For many, this starts by moving away from traditional VPNs and other insufficient toolsets that lack the visibility and control required for industrial environments. Unlike a standard VPN, which provides broad network access and is a primary target for attackers, BeyondTrust Privileged Remote Access is built for the specific rigors of OT. By replacing outdated remote access methods with a purpose-built solution, organizations will see fewer outages by preventing lateral movement, stronger security through enforced MFA and just-in-time permissions, and more confident teams.
BeyondTrust Privileged Remote Access helps OT organizations manage remote access safely, meet compliance requirements, and keep critical operations running smoothly.
Ready to modernize your industrial security strategy? Get your copy of our OT Security Assessment, and explore our Operational Technology solutions to see how BeyondTrust can help you secure your most critical assets.
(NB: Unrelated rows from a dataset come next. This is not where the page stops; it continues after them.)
"""What tells a part of the old revision from the same part of the new one, its pins apart."""

from __future__ import annotations

from collections.abc import Iterator
from math import isclose

from ...grammar.netlist import Part
from ..circuit.parts import PartReader
from ..quantity import engineering, percent
from .comparison import Difference
from .side import Side
from .worth import plain

_RATINGS = (("power", "W"), ("voltage", "V"), ("current", "A"))
_WORDS = ("package", "dielectric")
_SAME = 1e-9
_LEAST_DIGITS, _MOST_DIGITS = 3, 9

# What the netlist says of a part under these names is compared by its meaning, not by its text.
_MEANT = frozenset(
    {
        *("tolerance", "tol", "power", "wattage", "pwr", "p", "voltage", "volt", "v", "current", "irms", "i"),
        *("package", "dielectric", "couples"),
    }
)


def differences(old: Side, one: Part, new: Side, other: Part) -> tuple[Difference, ...]:
    """Return every property that is not the same, the most telling first.

    Between formats, what only one of them tells of a part is no difference: a list seldom tells a package.
    """
    same_format = old.netlist.format == new.netlist.format
    found = [_text("kind", old.kind(one), new.kind(other)), _value(old, one, new, other, same_format)]
    if same_format:
        found.append(_text("model", one.model, other.model))
        found.append(_text("type of the model", _model_type(old, one), _model_type(new, other)))
    found += _ratings(old, one, new, other)
    found.append(_text("part number", _attribute(one, "part number"), _attribute(other, "part number")))
    found.append(_text("windings", _windings(one), _windings(other)))
    found.append(_text("fit state", _fit(one), _fit(other)))
    if same_format and one.element and other.element:
        found += _parameters(one, other)
    told = (difference for difference in found if difference is not None)
    return tuple(one for one in told if same_format or one.what == "value" or (one.old and one.new))


def _text(what: str, old: str, new: str) -> Difference | None:
    return Difference(what, old, new) if _spelt(old) != _spelt(new) else None


def _spelt(text: str) -> str:
    return " ".join(text.split()).casefold()


def _number(what: str, old: float | None, new: float | None, unit: str) -> Difference | None:
    """Return a difference of two numbers, with as many digits as it takes to show it."""
    if old == new or (old is not None and new is not None and isclose(old, new, rel_tol=_SAME)):
        return None
    digits = max(_digits(value) for value in (old, new) if value is not None)
    was, now = ("" if value is None else engineering(value, unit, digits) for value in (old, new))
    return Difference(what, was, now, old, new, unit)


def _value(old: Side, one: Part, new: Side, other: Part, same_format: bool) -> Difference | None:
    was, now = old.reader.written(one), new.reader.written(other)
    if was is not None and now is not None:
        return _number("value", was.number, now.number, now.unit)
    if not same_format and was is None and now is None:
        # One format names a model where the other has a value: a name in common is enough.
        names, there = _names(old, one), _names(new, other)
        if names & there or not names or not there:
            return None
        return Difference("type", one.value or one.model, other.value or other.model)
    return _text("value", value_text(old, one), value_text(new, other))


def value_text(side: Side, part: Part) -> str:
    """Return the value of a part as a reader sees it: in engineering notation, else as written."""
    value = side.reader.written(part)
    return part.value if value is None else engineering(value.number, value.unit, _digits(value.number))


def _digits(number: float) -> int:
    """Return how many digits a value needs: 4.99 has three, 38.25 four."""
    written = f"{abs(number):.{_MOST_DIGITS - 1}e}".partition("e")[0].replace(".", "").rstrip("0")
    return max(_LEAST_DIGITS, len(written))


def _names(side: Side, part: Part) -> set[str]:
    """Return what the type of a part is called in netlist and parts list."""
    row = side.design.parts_list.rows.get(part.reference) if side.design.parts_list is not None else None
    return {plain(text) for text in (part.value, part.model, row.value if row is not None else "") if text}


def _model_type(side: Side, part: Part) -> str:
    return side.netlist.models.get(part.model.casefold(), "")


def _ratings(old: Side, one: Part, new: Side, other: Part) -> Iterator[Difference | None]:
    """Yield the differences of tolerance and ratings, by netlist or parts list alike."""
    was, now = _tolerance(old.reader, one), _tolerance(new.reader, other)
    if was != now:
        yield Difference(
            "tolerance", _tolerance_text(was), _tolerance_text(now), _larger_side(was), _larger_side(now)
        )
    for name, unit in _RATINGS:
        yield _number(name, _rating(old.reader, one, name), _rating(new.reader, other, name), unit)
    for name in _WORDS:
        yield _text(name, old.reader.attribute(one, name), new.reader.attribute(other, name))
    yield _number("temperature coefficient", _drift(old, one), _drift(new, other), "ppm/K")


def _rating(reader: PartReader, part: Part, name: str) -> float | None:
    found = reader.rating(part, name)
    return found.value if found is not None else None


def _tolerance(reader: PartReader, part: Part) -> tuple[float, float] | None:
    """Return the tolerance that somebody told, None where it would be assumed."""
    value = reader.value(part)
    if value is None or not value.tolerance.told:
        return None
    return round(value.tolerance.minus, _MOST_DIGITS), round(value.tolerance.plus, _MOST_DIGITS)


def _tolerance_text(tolerance: tuple[float, float] | None) -> str:
    if tolerance is None:
        return ""
    minus, plus = tolerance
    return f"±{percent(plus)}" if minus == -plus else f"{percent(minus)} .. +{percent(plus)}"


def _larger_side(tolerance: tuple[float, float] | None) -> float | None:
    return None if tolerance is None else max(abs(side) for side in tolerance)


def _drift(side: Side, part: Part) -> float | None:
    row = side.design.parts_list.rows.get(part.reference) if side.design.parts_list is not None else None
    return row.temperature_coefficient if row is not None else None


def _windings(part: Part) -> str:
    return " ".join(sorted(part.attributes.get("couples", "").casefold().split()))


def _fit(part: Part) -> str:
    return "fitted" if part.fitted else "not fitted"


def _parameters(one: Part, other: Part) -> Iterator[Difference | None]:
    """Yield the parameters of a SPICE element, such as the width of a transistor, that are not the same."""
    for name in dict.fromkeys((*one.attributes, *other.attributes)):
        if name not in _MEANT:
            yield _text(name, one.attributes.get(name, ""), other.attributes.get(name, ""))


def _attribute(part: Part, name: str) -> str:
    return part.attributes.get(name, "")
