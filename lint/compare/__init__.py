"""What changed between two revisions of a schematic, in parts, nets and verdicts.

    from pwmlint.lint.compare import compare
    found = compare("HEAD~1:boards/fan.cir", "boards/fan.cir")

Revisions may be of different formats. Nothing here prints or exits.
"""

from __future__ import annotations

from collections.abc import Callable, Sequence
from contextlib import ExitStack
from datetime import date
from pathlib import Path

from ..design import Design
from ..estimate import Method
from ..policy import Policy
from ..rule import Rule
from ..verdict import Review
from .circuits import assumptions, circuit_changes, switched_off
from .comparison import (
    Change,
    CircuitChanges,
    Comparison,
    Difference,
    NetChange,
    NetSeen,
    PartChange,
    PartSeen,
    PinMove,
    Unchanged,
    VerdictChange,
)
from .pairing import match
from .reading import Asked, read_revision
from .side import Side
from .source import Source, opened
from .verdicts import Names, verdict_changes

__all__ = [
    "Asked",
    "Change",
    "CircuitChanges",
    "Comparison",
    "Difference",
    "NetChange",
    "NetSeen",
    "PartChange",
    "PartSeen",
    "PinMove",
    "Unchanged",
    "VerdictChange",
    "compare",
    "compare_designs",
    "compare_each",
]


def compare(
    old: str | Path,
    new: str | Path,
    *,
    brief: str | Path | None = None,
    parts_list: str | Path | None = None,
    deviations: str | Path | None = None,
    allow_include: Sequence[Path] = (),
    method: Method = Method.EXTREME,
    rules: Sequence[Rule] | None = None,
    policy: Policy | None = None,
    today: date | None = None,
) -> Comparison:
    """Compare two revisions of a netlist and return everything that changed.

    old, new: paths, or `REV:path` of a git repository: then brief, parts list, deviations and included files
              are those of that revision; one of them may be "-" for standard input
    The other arguments are those of `review`, and the same for both revisions.
    Raises NetlistError, or one of its kinds, for an input that cannot be read.
    """
    asked = Asked(
        brief=brief,
        parts_list=parts_list,
        deviations=deviations,
        allow_include=allow_include,
        method=method,
        rules=rules,
        policy=policy,
        today=today,
    )
    return compare_each(old, new, lambda source: asked)


def compare_each(old: str | Path, new: str | Path, asked: Callable[[Source], Asked]) -> Comparison:
    """Compare two revisions as `compare` does, each reviewed as `asked` says of it."""
    with ExitStack() as stack:
        sources = [stack.enter_context(opened(str(text))) for text in (old, new)]
        read = [source.read(lambda source: read_revision(source.path, asked(source))) for source in sources]
        found = compare_designs(read[0][0], read[1][0], read[0][1], read[1][1])
        for source in sources:
            found = source.named(found)
        return found


def compare_designs(old: Design, new: Design, old_review: Review, new_review: Review) -> Comparison:
    """Compare two designs that are read and reviewed already."""
    sides = Side(old), Side(new)
    matching = match(*sides)
    circuit = circuit_changes(*sides, matching)
    names = Names(matching.references, matching.nets.forward)
    verdicts, same_verdicts = verdict_changes(old_review.verdicts, new_review.verdicts, names)
    return Comparison(
        old=old_review,
        new=new_review,
        circuit=circuit,
        verdicts=verdicts,
        unchanged=Unchanged(
            len(matching.pairs) - len(circuit.parts_changed),
            len(matching.nets.forward) - len(circuit.nets_changed),
            same_verdicts,
        ),
        assumptions=(*assumptions(*sides, matching), *switched_off(old_review, new_review)),
    )
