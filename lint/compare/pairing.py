"""Which part of the old revision is which part of the new one.

A part is the one with its reference designator, however an exporter prefixes it. Where the drawing was
numbered anew that says the wrong thing: then a part is the one of its kind and value on the same nets, where
there is only one such in both revisions and this reading leaves fewer changes to tell than the first.
"""

from __future__ import annotations

from collections import Counter, defaultdict
from collections.abc import Callable, Iterable, Iterator, Mapping, Sequence
from dataclasses import dataclass

from ...grammar.netlist import Part
from .correspondence import correspondence
from .nets import NetMatching, PartPair
from .side import Side
from .worth import worth

# What a net is for the comparison: a text that is the same in both revisions, None where it has no partner.
_Identity = Callable[[str], str | None]


@dataclass(frozen=True, slots=True)
class Matching:
    """Parts and nets of both revisions brought together; `references` is old to new."""

    pairs: tuple[PartPair, ...]
    references: Mapping[str, str]
    nets: NetMatching


def match(old: Side, new: Side) -> Matching:
    """Return which part and which net is which; of two readings the one with fewer changes."""
    by_reference = _by_reference(old, new)
    plain = _matching(old, new, by_reference)
    if not _unsettled(old, new, plain):
        return plain
    readings = [plain]
    for identities in (_by_pins(plain.nets), _by_name(old, new)):
        references = _renumbered(old, new, by_reference, identities)
        if references != by_reference:
            readings.append(_matching(old, new, references))
            # A part that was numbered anew on a net that was renamed: only now is that net known.
            if more := _lone_twins(old, new, references, _by_pins(readings[-1].nets)):
                readings.append(_matching(old, new, references | more))
    return min(readings, key=lambda reading: _changes(old, new, reading))


def _by_reference(old: Side, new: Side) -> dict[str, str]:
    """Return the parts with the same reference designator, letter case and exporters' prefixes apart."""
    found = {reference: reference for reference in old.netlist.parts if reference in new.netlist.parts}
    for spell in (_folded, _without_prefix):
        taken = set(found.values())
        here = _unique(old, [one for one in old.netlist.parts if one not in found], spell)
        there = _unique(new, [one for one in new.netlist.parts if one not in taken], spell)
        found |= {here[key]: there[key] for key in here if key in there}
    return found


def _unique(side: Side, references: Sequence[str], spell: Callable[[Side, str], str]) -> dict[str, str]:
    """Return references by their other spelling, those left out that share one."""
    spelt = {reference: spell(side, reference) for reference in references}
    times = Counter(spelt.values())
    return {key: reference for reference, key in spelt.items() if times[key] == 1}


def _folded(side: Side, reference: str) -> str:
    del side
    return reference.removeprefix("/").casefold()


def _without_prefix(side: Side, reference: str) -> str:
    """Return a reference without the element letter that a list puts before a name of another class."""
    path, slash, name = _folded(side, reference).rpartition("/")
    element = side.netlist.parts[reference].element.casefold()
    rest = name[1:].lstrip("_")
    if element and name.startswith(element) and rest[:1].isalpha() and rest[-1:].isdecimal():
        name = rest
    return path + slash + name


def _matching(old: Side, new: Side, references: Mapping[str, str]) -> Matching:
    pairs = tuple(_pairs(old, new, references))
    return Matching(pairs, references, NetMatching(old, new, pairs))


def _pairs(old: Side, new: Side, references: Mapping[str, str]) -> Iterator[PartPair]:
    for reference, part in old.netlist.parts.items():
        if reference in references:
            other = new.netlist.parts[references[reference]]
            yield PartPair(part, other, correspondence(old, part, new, other))


# ------------------------------------------------------------------------------ parts numbered anew


def _unsettled(old: Side, new: Side, matching: Matching) -> bool:
    """Tell whether another reading of the parts could explain more: some moved, or came and went."""
    gone = len(old.netlist.parts) > len(matching.pairs)
    come = len(new.netlist.parts) > len(matching.pairs)
    return (gone and come) or any(_moved(old, new, pair, matching.nets) for pair in matching.pairs)


def _by_pins(nets: NetMatching) -> tuple[_Identity, _Identity]:
    return nets.forward.get, lambda net: net if net in nets.backward else None


def _by_name(old: Side, new: Side) -> tuple[_Identity, _Identity]:
    def identity(side: Side, others: Side) -> _Identity:
        keys = others.by_key
        return lambda net: key if net and (key := side.key(net)) in keys else None

    return identity(old, new), identity(new, old)


def _renumbered(
    old: Side, new: Side, references: Mapping[str, str], identities: tuple[_Identity, _Identity]
) -> dict[str, str]:
    """Return the parts by reference, save those that are certainly another one under another reference."""
    twins = _twins(old, new, identities)
    targets = set(twins.values())
    heads = [reference for reference in twins if reference not in targets]
    found = dict(references)
    done: set[str] = set()
    # Parts numbered anew form chains, R3 is now R4, R4 is now R5, or rings: each is taken as a whole.
    for reference in (*heads, *twins):
        chain: list[str] = []
        while reference in twins and reference not in done:
            done.add(reference)
            chain.append(reference)
            reference = twins[reference]
        if chain and _is_shorter(old, new, references, chain, twins):
            for one in chain:
                found[one] = twins[one]
            if reference in found and reference not in chain:
                del found[reference]  # the chain's end had a part of its own in the old revision
    return found


def _twins(old: Side, new: Side, identities: tuple[_Identity, _Identity]) -> dict[str, str]:
    """Return the parts of which both revisions have one and only one alike, under different references."""
    sides = (old, old.netlist.parts.values()), (new, new.netlist.parts.values())
    groups = _alike(sides, identities)
    found: dict[str, str] = {}
    for one, other in groups:
        both = set(one) & set(other)
        gone = [reference for reference in one if reference not in both]
        come = [reference for reference in other if reference not in both]
        if len(gone) == len(come) == 1:
            found[gone[0]] = come[0]
    return found


def _lone_twins(
    old: Side, new: Side, references: Mapping[str, str], identities: tuple[_Identity, _Identity]
) -> dict[str, str]:
    """Return those parts without a partner of which both revisions have one and only one alike."""
    taken = set(references.values())
    lone = (
        [part for name, part in old.netlist.parts.items() if name not in references],
        [part for name, part in new.netlist.parts.items() if name not in taken],
    )
    groups = _alike(((old, lone[0]), (new, lone[1])), identities)
    return {one[0]: other[0] for one, other in groups if len(one) == len(other) == 1}


def _alike(
    sides: Sequence[tuple[Side, Iterable[Part]]], identities: tuple[_Identity, _Identity]
) -> Iterable[tuple[list[str], list[str]]]:
    """Return groups of parts that look alike, by their references in the old and the new revision."""
    groups: dict[object, tuple[list[str], list[str]]] = defaultdict(lambda: ([], []))
    for index, (side, parts) in enumerate(sides):
        for part in parts:
            look = _look(side, part, identities[index])
            if look is not None:
                groups[look][index].append(part.reference)
    return groups.values()


def _look(side: Side, part: Part, identity: _Identity) -> object | None:
    """Return kind, worth and nets of a part; None where one of its nets is in one revision only."""
    nets = [identity(net) for net in side.nets_of(part) if not side.is_open(net)]
    told = [net for net in nets if net is not None]
    if not told or len(told) < len(nets):
        return None
    return side.kind(part), worth(side, part), tuple(sorted(told))


def _is_shorter(
    old: Side, new: Side, references: Mapping[str, str], chain: Sequence[str], twins: Mapping[str, str]
) -> bool:
    """Tell whether a chain of new numbers says less than the changes that it would explain."""
    plain, anew = 0, len(chain)
    for reference in chain:
        part = old.netlist.parts[reference]
        partner = references.get(reference)
        plain += _apart(old, part, new, new.netlist.parts[partner]) if partner else 1 + len(part.pins)
    first, last = chain[0], twins[chain[-1]]
    if last != first:  # no ring: something comes at its beginning and something goes at its end
        came = new.netlist.parts.get(references.get(first, ""))
        anew += 1 + len(came.pins) if came is not None else 0
        went = old.netlist.parts.get(last)
        there = new.netlist.parts[last]
        plain += _apart(old, went, new, there) if went is not None else 1 + len(there.pins)
        anew += 1 + len(went.pins) if went is not None else 0
    return anew < plain


def _apart(old: Side, one: Part, new: Side, other: Part) -> int:
    """Return how many properties and pins tell two parts apart, nets by their names."""
    keys = Counter(old.key(net) for net in old.nets_of(one) if net)
    there = Counter(new.key(net) for net in new.nets_of(other) if net)
    pins = max((keys - there).total(), (there - keys).total())
    return pins + (old.kind(one) != new.kind(other)) + (worth(old, one) != worth(new, other))


# ----------------------------------------------------------------------------------- fewest changes


def _changes(old: Side, new: Side, reading: Matching) -> int:
    """Return how much a reading leaves to tell."""
    paired = {reading.references[pair.old.reference] for pair in reading.pairs}
    lone = [
        *(part for part in old.netlist.parts.values() if part.reference not in reading.references),
        *(part for part in new.netlist.parts.values() if part.reference not in paired),
    ]
    told = sum(1 + len(part.pins) for part in lone)
    for pair in reading.pairs:
        told += pair.old.reference.casefold() != pair.new.reference.casefold()
        told += old.kind(pair.old) != new.kind(pair.new)
        told += worth(old, pair.old) != worth(new, pair.new)
        told += _moved(old, new, pair, reading.nets)
    nets = reading.nets
    told += sum(old.key(one) != new.key(other) for one, other in nets.forward.items())
    return told + len(old.netlist.nets) + len(new.netlist.nets) - 2 * len(nets.forward)


def _moved(old: Side, new: Side, pair: PartPair, nets: NetMatching) -> int:
    """Return how many pins of a part are on another net."""
    here, there = old.nets_of(pair.old), new.nets_of(pair.new)
    if pair.pins.certain:
        return sum(not nets.same(here[one], there[other]) for one, other in pair.pins.certain)
    return max(map(len, nets.apart(here, there)))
Frequently Asked Questions about OT Security
BeyondTrust Privileged Remote Access (PRA) offers a secure method of granting time-limited, identity-verified access to critical OT systems without exposing the broader network. In industrial environments, PRA replaces static credentials and VPNs with controlled sessions that enforce least privilege, multi-factor authentication, and full activity visibility.
Remote access is one of the most exploited attack paths in OT because it often relies on shared credentials, always-on VPNs, and limited monitoring. Attackers target these access points to steal credentials, move laterally, and deploy ransomware that can disrupt physical operations, safety systems, and production uptime.
BeyondTrust Privileged Remote Access enables Zero Trust in OT by verifying identity before every session, limiting access duration, and enforcing least privilege. Instead of trusting network location, the identity security solution ensures users can access only the specific systems they need, for only as long as required, with all actions continuously monitored and recorded.
Unlike VPNs, which provide broad network access once connected, BeyondTrust Privileged Remote Access grants granular, task-specific access to individual OT systems. It reduces lateral movement, eliminates persistent credentials, enforces MFA, and provides full session visibility, making it better suited for protecting industrial environments from ransomware and credential-based attacks.
In 2026, organizations should prioritize identity-centric controls for OT access, including just-in-time permissions, MFA, session monitoring, and vendor access governance. With ransomware and credential theft increasingly targeting industrial systems, securing how people and third parties connect to OT environments is as critical as protecting the systems themselves.